C4b-binding protein (C4BP) is a multimeric plasma glycoprotein that functions as a regulator of the classical and lectin pathways of the complement system. It is a member of the complement control protein (CCP) family and is encoded by the C4BPB and C4BPA genes in humans.
Structure
C4BP exists primarily as a hexamer composed of one α-chain (C4BPα) and up to five β-chains (C4BPβ), linked together by disulfide bonds. The α-chain contains eight complement control protein (CCP) domains, whereas the β-chain contains three CCP domains and a short peptide that serves as a binding site for protein S, a vitamin K–dependent anticoagulant cofactor. The protein is heavily glycosylated, contributing to its stability and circulatory half‑life.
Function
C4BP regulates complement activation by binding to the complement component C4b. This interaction accelerates the decay of the C3/C5 convertase (C4b2a) and acts as a cofactor for factor I–mediated proteolytic inactivation of C4b. In addition to its role in the classical and lectin pathways, C4BP can bind to other complement fragments (e.g., C3b) and to certain pathogens, thereby contributing to immune evasion mechanisms.
Genetics
In humans, the α‑chain is encoded by the C4BPA gene located on chromosome 1p31.3, while the β‑chain is encoded by the C4BPB gene on chromosome 1p31.3, adjacent to C4BPA. Alternative splicing yields isoforms with variable numbers of β‑chains, which influence the protein’s affinity for protein S.
Clinical significance
- Deficiency: Rare hereditary deficiencies of C4BP can lead to uncontrolled complement activation, predisposing individuals to inflammatory and autoimmune conditions.
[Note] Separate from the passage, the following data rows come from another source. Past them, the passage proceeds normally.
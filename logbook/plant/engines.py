"""The [[engine]] tables of plant.toml."""

from __future__ import annotations

import difflib
from collections.abc import Mapping

from logbook.plant.catalogue import ReadingDefinition
from logbook.plant.fields import Table
from logbook.plant.parts import read_counter, read_efficiency, reading_keys, rising, short_id
from logbook.plant.records import (
    BLOWER_STATES,
    COMBUSTION_TEMPERATURE_METHODS,
    CORRECTION_RULES,
    CURVE_AT,
    CYCLES,
    FUELS_BURNT,
    USES,
    Correction,
    Counter,
    Engine,
    ShaftGenerator,
    TrialCurve,
)

ISO_KINDS = (
    "diesel or dual-fuel, naturally aspirated, limited by excess air",
    "diesel or dual-fuel, naturally aspirated, limited thermally",
    "turbocharged four-stroke, no charge-air cooler",
    "turbocharged four-stroke, charge-air cooler",
    "spark gas, naturally aspirated",
    "spark gas, turbocharged, cooler",
    "spark petrol, naturally aspirated",
)
"""The words of the table of ISO 3046-1 as this program keys it; physics has their exponents."""

# Columns of a trial table beside load -> what is possible at all.
_TRIAL_COLUMNS: Mapping[str, tuple[float, float]] = {
    "sfoc_g_kwh": (80, 600),
    "heat_rate_kj_kwh": (5000, 20000),
    "charge_air_pressure_bar": (-0.5, 8),
    "cylinder_maximum_pressure_bar": (10, 350),
    "cylinder_compression_pressure_bar": (10, 300),
    "exhaust_receiver_pressure_bar": (-0.5, 8),
    "turbocharger_speed_rpm": (100, 200000),
    "engine_speed_rpm": (10, 3000),
    "engine_fuel_index": (0, 200),
    "cylinder_exhaust_temperature_c": (50, 900),
    "turbine_inlet_temperature_c": (50, 1000),
    "turbine_outlet_temperature_c": (50, 900),
    "air_filter_pressure_drop_mbar": (0, 200),
    "cooler_air_pressure_drop_mbar": (0, 300),
    "cooler_approach_k": (-5, 80),
}


def read_engine(table: Table, points: Mapping[str, ReadingDefinition]) -> Engine:
    """One engine; what is wrong is noted, and the rest read on."""
    engine_id = short_id(table)
    if engine_id == "plant":
        table.note("id", "another name: `plant` stands for the whole plant in the book")
    use = table.word("use", USES, "propulsion", required=True)
    cycle = table.word("cycle", CYCLES, "two-stroke", required=True)
    fuel = table.word("fuel", FUELS_BURNT, "liquid")
    efficiency = read_efficiency(table, "generator_efficiency")
    electrical = table.number("rated_electrical_kw", None, least=1, greatest=1e5, unit="kW")
    power = table.number("rated_power_kw", None, least=1, greatest=1.2e5, unit="kW")
    if power is None and not table.has("rated_power_kw"):
        if electrical is None or efficiency is None:
            expected = "rated_power_kw (brake), or for a set rated_electrical_kw with generator_efficiency"
            table.faults.note((*table.path, "rated_power_kw"), "nothing", expected)
        else:
            power = electrical / efficiency.efficiency[-1]
    if use == "generating" and efficiency is None and not table.has("generator_efficiency"):
        table.faults.note(
            (*table.path, "generator_efficiency"),
            "nothing",
            "the generator's efficiency, e.g. 0.955, or a table over load",
        )
    modes = table.texts("operating_modes") or ("standard",)
    blowers = table.flag("auxiliary_blowers")
    on_below = table.number("blowers_on_below_percent", None, least=0, greatest=100, unit="% load")
    off_above = table.number("blowers_off_above_percent", None, least=0, greatest=100, unit="% load")
    if on_below is not None and off_above is not None and on_below > off_above:
        table.note("blowers_on_below_percent", "not above blowers_off_above_percent")
    compression = table.number("compression_ratio", None, least=5, greatest=30)
    expansion = table.number("expansion_ratio", None, least=5, greatest=40)
    if compression is not None and expansion is not None and expansion < compression:
        table.note("expansion_ratio", f"not below compression_ratio ({compression:g})")
    engine = Engine(
        id=engine_id,
        name=table.text("name", engine_id),
        cycle=cycle,
        fuel=fuel,
        use=use,
        cylinders=table.whole("cylinders", 1, least=1, greatest=24, required=True) or 1,
        bore_mm=table.must("bore_mm", least=40, greatest=1200, unit="mm"),
        stroke_mm=table.must("stroke_mm", least=40, greatest=4000, unit="mm"),
        rated_power_kw=power if power is not None else float("nan"),
        rated_speed_rpm=table.must("rated_speed_rpm", least=30, greatest=3000, unit="rpm"),
        turbochargers=table.whole("turbochargers", 1, least=0, greatest=6) or 0,
        coolers=_coolers(table),
        bearings=table.whole("bearings", 0, least=0, greatest=40) or 0,
        rated_electrical_kw=electrical,
        generator_efficiency=efficiency,
        shaft_generator=_shaft_generator(table.table("shaft_generator")),
        compression_ratio=compression,
        expansion_ratio=expansion,
        stroke_part_at_closing=table.number("stroke_part_at_closing", None, least=0.3, greatest=1.1),
        trapping_rise_k=table.number("trapping_rise_k", None, least=0, greatest=150, unit="K"),
        charge_purity=table.number("charge_purity", 1.0, least=0.5, greatest=1) or 1.0,
        combustion_temperature=table.word("combustion_temperature", COMBUSTION_TEMPERATURE_METHODS) or None,
        set_combustion_temperature_k=table.number(
            "set_combustion_temperature_k", 1850.0, least=1000, greatest=3000, unit="K"
        )
        or 1850.0,
        exhaust_at=table.word(
            "exhaust_at", ("after turbine", "before turbine", "after cylinder", "stack"), "after turbine"
        ),
        operating_modes=modes,
        propeller_pitch_m=table.number("propeller_pitch_m", None, least=0.2, greatest=20, unit="m"),
        fixed_pitch=table.flag("fixed_pitch"),
        mean_speed_cube=table.flag("mean_speed_cube"),
        auxiliary_blowers=blowers,
        blowers_on_below_percent=on_below,
        blowers_off_above_percent=off_above,
        reference_load_percent=table.number("reference_load_percent", None, least=10, greatest=110, unit="%"),
        correction=_correction(table.table("correction")),
        trials=tuple(_trial(inner, index, modes, blowers) for index, inner in enumerate(table.tables("trial"))),
        counters=_counters(table.table("counters"), points),
        readings=reading_keys(table, points),
    )
    table.done()
    return engine


def _coolers(table: Table) -> int:
    # An engine usually has as many charge air coolers as turbochargers.
    default = table.content.get("turbochargers", 1)
    found = table.whole("coolers", None, least=0, greatest=6)
    return found if found is not None else (default if isinstance(default, int) else 1)


def _shaft_generator(table: Table | None) -> ShaftGenerator | None:
    if table is None:
        return None
    rated = table.must("rated_power_kw", least=1, greatest=20000, unit="kW")
    efficiency = read_efficiency(table, "efficiency")
    if efficiency is None and not table.has("efficiency"):
        table.faults.note((*table.path, "efficiency"), "nothing", "its efficiency, e.g. 0.93, or a table over load")
    table.done()
    return ShaftGenerator(rated, efficiency) if efficiency is not None else None


def _correction(table: Table | None) -> Correction:
    if table is None:
        return Correction()
    rule = table.word("rule", CORRECTION_RULES, "none", required=True)
    percents = {
        key: table.number(key, 0.0, least=-10, greatest=10, unit="%") or 0.0
        for key in ("percent_per_10k_coolant", "percent_per_10k_suction_air", "percent_per_10mbar_barometer")
    }
    correction = Correction(
        rule=rule,
        engine_kind=table.word("engine_kind", ISO_KINDS, required=rule == "ISO 3046"),
        mechanical_efficiency=table.number("mechanical_efficiency", 0.80, least=0.5, greatest=1) or 0.80,
        curve_at=table.word("curve_at", CURVE_AT, "equal brake power"),
        source=table.text("source", "typical, not your maker's"),
        **percents,
    )
    if rule == "two-stroke percentages" and not any(table.has(key) for key in percents):
        table.note("rule", "the percentages of the maker's guide beside this rule: percent_per_10k_coolant ...")
    table.done()
    return correction


def _trial(table: Table, index: int, modes: tuple[str, ...], blowers: bool) -> TrialCurve:
    mode = table.word("operating_mode", modes, modes[0])
    state = table.word("blowers", BLOWER_STATES, required=blowers) if blowers else None
    if not blowers and table.has("blowers"):
        table.note("blowers", "no such key: this engine has no auxiliary_blowers = true")
        table.asked.add("blowers")
    load = table.numbers("load_percent", least=1, greatest=130, required=True)
    rising(table, "load_percent", load)
    columns = {
        key: table.numbers(key, least=least, greatest=greatest) for key, (least, greatest) in _TRIAL_COLUMNS.items()
    }
    for key, values in columns.items():
        if values and len(values) != len(load):
            table.note(key, f"as many numbers as load_percent has ({len(load)}, not {len(values)})")
    if not columns["sfoc_g_kwh"] and not columns["heat_rate_kj_kwh"]:
        table.faults.note((*table.path, "sfoc_g_kwh"), "nothing", "sfoc_g_kwh, or heat_rate_kj_kwh of a gas engine")
    lcv = table.number("lower_calorific_value_mj_kg", 42.7, least=5, greatest=130, unit="MJ/kg") or 42.7
    curve = TrialCurve(
        name=table.text("name", f"trial {index + 1}"),
        operating_mode=mode,
        blowers=state or None,
        lower_calorific_value_mj_kg=lcv,
        load_percent=load,
        **columns,
    )
    table.done()
    return curve


def _counters(table: Table | None, points: Mapping[str, ReadingDefinition]) -> dict[str, Counter]:
    if table is None:
        return {}
    counters = {}
    allowed = [key for key, point in points.items() if point.kind == "counter"]
    for key in table.content:
        inner = table.table(key)
        if key not in allowed:
            near = difflib.get_close_matches(key, allowed, n=1)
            expected = "a counter of the catalogue, e.g. revolution_counter = { digits = 8 }"
            table.note(key, expected, f"Did you mean '{near[0]}'?" if near else "")
        elif inner is not None:
            counters[key] = read_counter(inner)
            inner.done()
    return counters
- Autoantibodies: Autoantibodies against C4BP have been reported in systemic lupus erythematosus (SLE) and other autoimmune diseases, potentially impairing its regulatory function.
- Infection: Certain bacteria (e.g., Streptococcus pyogenes, Neisseria meningitidis) express surface proteins that bind C4BP, allowing them to evade complement‑mediated killing.
- Thrombosis: Through its interaction with protein S, C4BP may influence coagulation pathways, although the clinical relevance of this interaction remains under investigation.
History
C4BP was first identified in the 1970s as a plasma protein that binds to C4b and inhibits complement-mediated hemolysis. Subsequent biochemical and molecular studies elucidated its multimeric structure and regulatory mechanisms.
References
(References are omitted per instruction; information is drawn from established immunology and hematology literature.)